There was silence for a long moment. Then Sirius sighed, "Of course you're right. You're right. And I can see you won't let me do it alone, James, but Marissa, at least you promise me that you'll stay home for this one?"

"I've got a ball on Friday night or I'd put up more of a fight," Marissa replied. "I know it's dangerous, Sirius, but so is Regulus if he's truly become a Death Eater now."

"Wouldn't be much of a Gryffindor if I did nothing," Sirius said resignedly. "But I would have thought I'd done enough for today to turn on my family and suffer their wrath."

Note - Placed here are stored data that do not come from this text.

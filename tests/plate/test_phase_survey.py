"""The plate's survey of a shared first-order phase, end to end through run_plate.

Check values: phase errors built into synthetic FIDs (nmrcheck.synth); that recordings made
back to back with one parameter set share their first-order phase is common practice.
"""

from __future__ import annotations

import pytest

from nmrcheck.io.writers import write_bruker_fid
from nmrcheck.plate import ResultsStore, read_manifest, run_plate
from nmrcheck.plate.phase_survey import survey_shared_phase
from nmrcheck.plate.runner import InlineExecutor
from nmrcheck.processing import ProcessingOptions
from nmrcheck.synth import Line, simulate_fid

# An invented compound spread over the width, and what is left of it in a weak well.
LINES = [Line(9.5, 1, 1.0), Line(7.3, 5, 1.0), Line(5.1, 1, 1.0, (7.0,)), Line(3.7, 3, 1.0), Line(2.1, 3, 1.0),
         Line(0.9, 3, 1.0, (7.0,))]
FORMULA = "C15H16O2"
P1 = 20.0


def _plate(folder, p1_of_strong, *, weak=("B1", "B2"), broken=()):
    folder.mkdir(parents=True)
    rows = ["well,spectrum,formulas"]
    for k, (well, p1) in enumerate(p1_of_strong.items()):
        write_bruker_fid(simulate_fid(LINES, p0_deg=25.0 * k, p1_deg=p1, noise=2e-3, points=8192, seed=k), folder / well)
        rows.append(f"{well},{well},{FORMULA}")
    for k, well in enumerate(weak):
        fid = simulate_fid(LINES[1:5:3], p0_deg=-60.0 + 40.0 * k, p1_deg=P1, noise=3e-2, points=8192, seed=50 + k)
        write_bruker_fid(fid, folder / well)
        rows.append(f"{well},{well},{FORMULA}")
    for well in broken:
        (folder / well).mkdir()
        (folder / well / "fid").write_bytes(b"\x00" * 100)
        (folder / well / "acqus").write_text("not a parameter file\n")
        rows.append(f"{well},{well},{FORMULA}")
    (folder / "manifest.csv").write_text("\n".join(rows) + "\n")
    return read_manifest(folder / "manifest.csv")


def test_weak_wells_are_phased_with_the_plate_value(tmp_path):
    """Four strong wells with p1 = 20 deg built in: the run finds it within 2 deg; the weak wells
    (two lines, too few for a first-order term of their own) hold it, and say so."""
    manifest = _plate(tmp_path / "plate", {f"A{i}": P1 for i in range(1, 5)}, broken=("C1",))
    out = tmp_path / "out"
    summary = run_plate(manifest, out, executor=InlineExecutor())
    assert summary.screened == 7
    with ResultsStore(out) as store:
        (run,) = store.runs()
        current = store.current(with_trace=False)
    (text,) = run.options["shared_phase"]
    assert "shared by 4 strong recordings" in text
    for well in ("B1", "B2"):
        shared = current[well].processing["options"]["shared_p1"]
        assert shared[0] == pytest.approx(P1, abs=2.0) and shared[1] == 10.0
        assert "held at the shared" in current[well].processing["phase"]["method"]
        assert current[well].processing["phase"]["p1_deg"] == pytest.approx(P1, abs=2.0)
        assert any("plate's first-order phase" in n for n in current[well].notes)
    assert current["C1"].status in ("unreadable", "error")


def test_the_shared_value_does_not_change_result_keys(tmp_path):
    """A resumed run surveys again but finds every result current: nothing is screened twice."""
    manifest = _plate(tmp_path / "plate", {f"A{i}": P1 for i in range(1, 5)})
    out = tmp_path / "out"
    run_plate(manifest, out, executor=InlineExecutor())
    again = run_plate(manifest, out, executor=InlineExecutor())
    assert again.screened == 0 and again.skipped == 6


def test_strong_wells_that_disagree_share_nothing(tmp_path):
    """Built-in p1 of 0, 30, 60 and 90 deg is not one acquisition's phase: every well is phased on its own."""
    manifest = _plate(tmp_path / "plate", {"A1": 0.0, "A2": 30.0, "A3": 60.0, "A4": 90.0})
    assert survey_shared_phase(manifest.wells, manifest.directory, ProcessingOptions()) == ()
    out = tmp_path / "out"
    run_plate(manifest, out, executor=InlineExecutor())
    with ResultsStore(out) as store:
        current = store.current(with_trace=False)
    assert all(r.processing["options"]["shared_p1"] is None for r in current.values())
    assert not any("plate's first-order phase" in n for r in current.values() for n in r.notes)


def test_manual_phase_skips_the_survey(tmp_path):
    manifest = _plate(tmp_path / "plate", {f"A{i}": P1 for i in range(1, 5)})
    assert survey_shared_phase(manifest.wells, manifest.directory, ProcessingOptions(phase=(10.0, 0.0))) == ()
    assert len(survey_shared_phase(manifest.wells, manifest.directory, ProcessingOptions())) == 1


def test_watch_run_surveys_wells_as_they_become_complete(tmp_path):
    """In watch mode the survey reads each recording once it is complete; wells submitted after the
    strong ones agree carry the shared value."""
    manifest = _plate(tmp_path / "plate", {f"A{i}": P1 for i in range(1, 5)})
    out = tmp_path / "out"
    summary = run_plate(manifest, out, executor=InlineExecutor(), watch=True, poll_s=0.1, quiet_s=0.0, time_limit_s=120)
    assert summary.status == "complete"
    with ResultsStore(out) as store:
        current = store.current(with_trace=False)
    for well in ("B1", "B2"):
        shared = current[well].processing["options"]["shared_p1"]
        assert shared is not None and shared[0] == pytest.approx(P1, abs=2.0)


def test_survey_stops_after_enough_strong_wells(tmp_path):
    """Only the first ENOUGH_STRONG strong wells are read (the survey's time stays bounded on large plates)."""
    from nmrcheck.plate.phase_survey import ENOUGH_STRONG, PhaseSurvey

    manifest = _plate(tmp_path / "plate", {f"A{i}": P1 for i in range(1, ENOUGH_STRONG + 3)}, weak=())
    survey = PhaseSurvey(manifest.directory, ProcessingOptions())
    shared = survey.read(manifest.wells)
    assert survey.done and len(shared) == 1
    assert len(shared[0].sources) == ENOUGH_STRONG


def test_the_run_says_what_first_order_phase_it_found(tmp_path):
    """The plate's log carries one line naming the shared value before the wells' lines."""
    import io

    from nmrcheck.plate.progress import LogProgress

    manifest = _plate(tmp_path / "plate", {f"A{i}": P1 for i in range(1, 5)})
    stream = io.StringIO()
    run_plate(manifest, tmp_path / "out", executor=InlineExecutor(), progress=LogProgress(stream))
    lines = stream.getvalue().splitlines()
    phase_lines = [k for k, line in enumerate(lines) if "phase: first-order phase" in line]
    assert len(phase_lines) == 1
    assert phase_lines[0] < min(k for k, line in enumerate(lines) if "] B1:" in line)


def test_watch_run_screens_again_the_wells_phased_before_the_value_was_found(tmp_path):
    """Weak wells whose recordings are complete before the strong ones are screened on their own;
    once the strong wells agree, they are screened again with the shared value (their history keeps
    both results) and the run's log says so."""
    import io
    import shutil
    import threading
    import time

    from nmrcheck.plate.progress import LogProgress

    staged = _plate(tmp_path / "staged", {f"A{i}": P1 for i in range(1, 5)})
    plate = tmp_path / "plate"
    plate.mkdir()
    shutil.copy(staged.path, plate / "manifest.csv")
    for well in ("B1", "B2"):
        shutil.move(str(tmp_path / "staged" / well), str(plate / well))
    manifest = read_manifest(plate / "manifest.csv")
    out = tmp_path / "out"
    stream = io.StringIO()
    holder = {}
    runner = threading.Thread(target=lambda: holder.setdefault("summary", run_plate(
        manifest, out, executor=InlineExecutor(), watch=True, poll_s=0.1, quiet_s=0.0, time_limit_s=120,
        progress=LogProgress(stream))), daemon=True)
    runner.start()

    def stored():
        try:
            with ResultsStore(out, readonly=True) as store:
                return store.current(with_trace=False)
        except Exception:  # noqa: BLE001 - the database may not exist yet
            return {}

    deadline = time.monotonic() + 60
    while not {"B1", "B2"} <= set(stored()) and time.monotonic() < deadline:
        time.sleep(0.1)
    first = stored()
    assert all(first[w].processing["options"]["shared_p1"] is None for w in ("B1", "B2"))
    for well in ("A1", "A2", "A3", "A4"):
        shutil.move(str(tmp_path / "staged" / well), str(plate / well))
    runner.join(timeout=120)
    assert not runner.is_alive() and holder["summary"].status == "complete"
    with ResultsStore(out) as store:
        current = store.current(with_trace=False)
        history = store.history("B1")
    for well in ("B1", "B2"):
        shared = current[well].processing["options"]["shared_p1"]
        assert shared is not None and shared[0] == pytest.approx(P1, abs=2.0)
        assert current[well].processing["phase"]["p1_deg"] == pytest.approx(P1, abs=2.0)
    assert len(history) == 2
    assert "2 well(s) screened before it was found are screened again with it" in stream.getvalue()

"You just wouldn't be our Sirius if you stopped there," Marissa said with an encouraging smile at him. "One in a million."

Sirius snorted and Marissa let out a giggle. James looked confusedly back and forth between them as they shared their private joke, then shrugged nonchalantly. Before anything else could be decided about the proposed expedition, the adults came in to announce that the trunk (despite their best efforts) had been safely stored in the car.


It seemed that no sooner had James and Sirius driven off in the Potters' car than the Walkers' car was pulling into the driveway. Calling to Mavi in the house and Mundungus out playing in the street, Marissa rushed excitedly out to meet them and slid into the car. "Lizzie!" Marissa cried, giving her friend a hug.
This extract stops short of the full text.